For the f function, use:

  • f(u,n) = 1 if n < Ne, where Ne is the fifth argument to the q_learning function.
  • f(u,n) = u otherwise.

Your solution needs to somehow simulate the SenseStateAndReward function, which should be pretty easy. Your solution should also simulate somehow the ExecuteAction function, which should implement the state transition model described in pages 9-10 of the MDP slides, with the probabilities that are used in those slides. As described in those slides, bumping to a wall leads to not moving.

Note that some computations will require values Q[s,a] that have not been instantiated yet. Uninstantiated values in the Q table should be treated as if they are equal to 0.

Output

At the end of your program, you should print out the utility values for all states.

The output should follow this format:

%6.3f,%6.3f,...
...

In other words, each row in your output corresponds to a row in the environment, and you use the %6.3f format specifier (or equivalents, depending on the programming language) for each utility value.

Do NOT print out this output after each iteration. You should only print out this output after the final iteration.

Output for answers.pdf

In your answers.pdf document, you need to provide the complete output for the following invocations of your program:

q_learning('environment2.txt', -0.04, 1, 1000, 20)
q_learning('environment2.txt', -0.04, 0.9, 1000, 20)

Task 3 (10 points)

Suppose that you want to implement a Q-Learning algorithm for learning how to play chess.

  • What value would you assign for the reward of the non-terminal states? Why?
  • What value would you use for γ in the Q_Learning_Update function? Why?

Your choices should be the best choices that you can make so that your algorithm plays chess as well as possible.

Task 4 (20 points)

Figure 3: The environment to be considered in this task.

Consider the environment shown on Figure 3. States (1,2) and (3,2) are terminal, with utilities -1 and +1. States (2,1) and (2,3) are blocked. Suppose that actions and state transition models are as described in pages 9-10 of the MDP slides.

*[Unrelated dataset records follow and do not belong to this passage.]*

/* The empirical Kendall distribution: its definition, and its identity with tau. */
#include "pairs.h"

#include "../../src/kendall_curve.h"

static int by_value(const void *a, const void *b)
{
    double x = *(const double *)a, y = *(const double *)b;
    return sign_of(x, y);
}

static void equals_definition(void **state)
{
    (void)state;
    uint64_t random = 71;
    double at[400], w[200], want[200];
    for (size_t k = 0; k < effort(300); k++) {
        size_t n = 1 + random_below(&random, 200), used, m = 0;
        random_columns(at, n, 2, kind_of_case(k, &random), &random);
        at[0] = at[n] = 1;
        const double *x = at, *y = at + n;
        double rows = (double)counts_by_definition(x, y, n).rows;
        for (size_t i = 0; i < n; i++) {
            if (is_gap(x[i]) || is_gap(y[i])) continue;
            double count = 0;
            for (size_t j = 0; j < n; j++) count += x[j] <= x[i] && y[j] <= y[i];
            want[m++] = count / rows;
        }
        qsort(want, m, sizeof *want, by_value);
        pool p = { 0 };
        assert_int_equal(kendall_values(x, y, n, w, &used, &p), OK);
        assert_int_equal(used, m);
        assert_int_equal(p.bytes, 0);
        for (size_t i = 0; i < m; i++) assert_same(w[i], want[i]);
        for (size_t i = 0; i < m; i++) {
            size_t most = i;
            while (most + 1 < m && want[most + 1] == want[i]) most++;
            assert_same(share_at_most(w, m, want[i]), (double)(most + 1) / (double)m);
        }
        assert_same(share_at_most(w, m, 0), 0);
        assert_same(share_at_most(w, m, 1), 1);
    }
}

/* Without ties tau = 4 n/(n-1) mean(W) - (n+3)/(n-1) (Genest & Favre 2007), here on their six
 * pairs, tau = 1/15. */
static void identity_with_tau(void **state)
{
    (void)state;
    size_t n, used;
    double *x = dataset("gf6", &n), w[6], sum = 0;
    pool p = { 0 };
    assert_int_equal(kendall_values(x, x + n, n, w, &used, &p), OK);
    for (size_t i = 0; i < n; i++) sum += w[i];
    assert_close(4 * sum / 5 - 9 / 5.0, 1 / 15.0, 1e-14);
    free(x);
}

static void special_cases(void **state)
{
    (void)state;
    double x[] = { 1, NAN }, y[] = { NAN, 2 }, w[2];
    size_t used;
    pool p = { 0 };
    assert_int_equal(kendall_values(x, y, 2, w, &used, &p), TOO_FEW);
    p.taken = 0;
    assert_int_equal(kendall_values(x, x, 2, w, &used, &p), OK);
    for (size_t k = 1; k <= p.taken; k++) {
        pool failing = { .fail_at = k };
        assert_int_equal(kendall_values(x, x, 2, w, &used, &failing), NO_MEMORY);
        assert_int_equal(failing.bytes, 0);
    }
}

int main(void)
{
    const struct CMUnitTest tests[] = {
        cmocka_unit_test(equals_definition), cmocka_unit_test(identity_with_tau),
        cmocka_unit_test(special_cases),
    };
    return cmocka_run_group_tests_name("kendall_curve", tests, NULL, NULL);
}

Part a: Suppose that the reward for non-terminal states is -0.04, and that γ=0.9. What is the utility for state (2,2)? Show how you compute this utility.

Part b: Suppose that γ=0.9, and that the reward for non-terminal states is an unspecified real number r (that can be positive or negative). For state (2,2), give the precise range of values for r for which the “up” action is not optimal. Show how you compute that range.